SUPPLIED DATA:
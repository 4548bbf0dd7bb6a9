import type { ProgramSummaryDto } from '@shared/api/programs';

/** The words summaries use for a program's people and for taking part, with neutral fallbacks. */
export function programWords(p: Pick<ProgramSummaryDto, 'populationLabel' | 'takeUpPhrase'> | undefined): { population: string; takeUpPhrase: string } {
  return { population: p?.populationLabel || 'applicants', takeUpPhrase: p?.takeUpPhrase || 'take part' };
}

/** "Energy-hardship index at or above 58 points". */
export function qualifyRule(p: Pick<ProgramSummaryDto, 'scoreLabel' | 'scoreUnit' | 'eligibleSide' | 'currentCutoff'>, format: (n: number | null) => string): string {
  const side = p.eligibleSide === 'at-or-above' ? 'at or above' : 'at or below';
  return `${p.scoreLabel} ${side} ${format(p.currentCutoff)}${p.scoreUnit ? ` ${p.scoreUnit}` : ''}`;
}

WHAT THE TASK REQUIRES: Your answer should be every line above that contains the word "eligibleSide".

REPLY:
export function qualifyRule(p: Pick<ProgramSummaryDto, 'scoreLabel' | 'scoreUnit' | 'eligibleSide' | 'currentCutoff'>, format: (n: number | null) => string): string {
  const side = p.eligibleSide === 'at-or-above' ? 'at or above' : 'at or below';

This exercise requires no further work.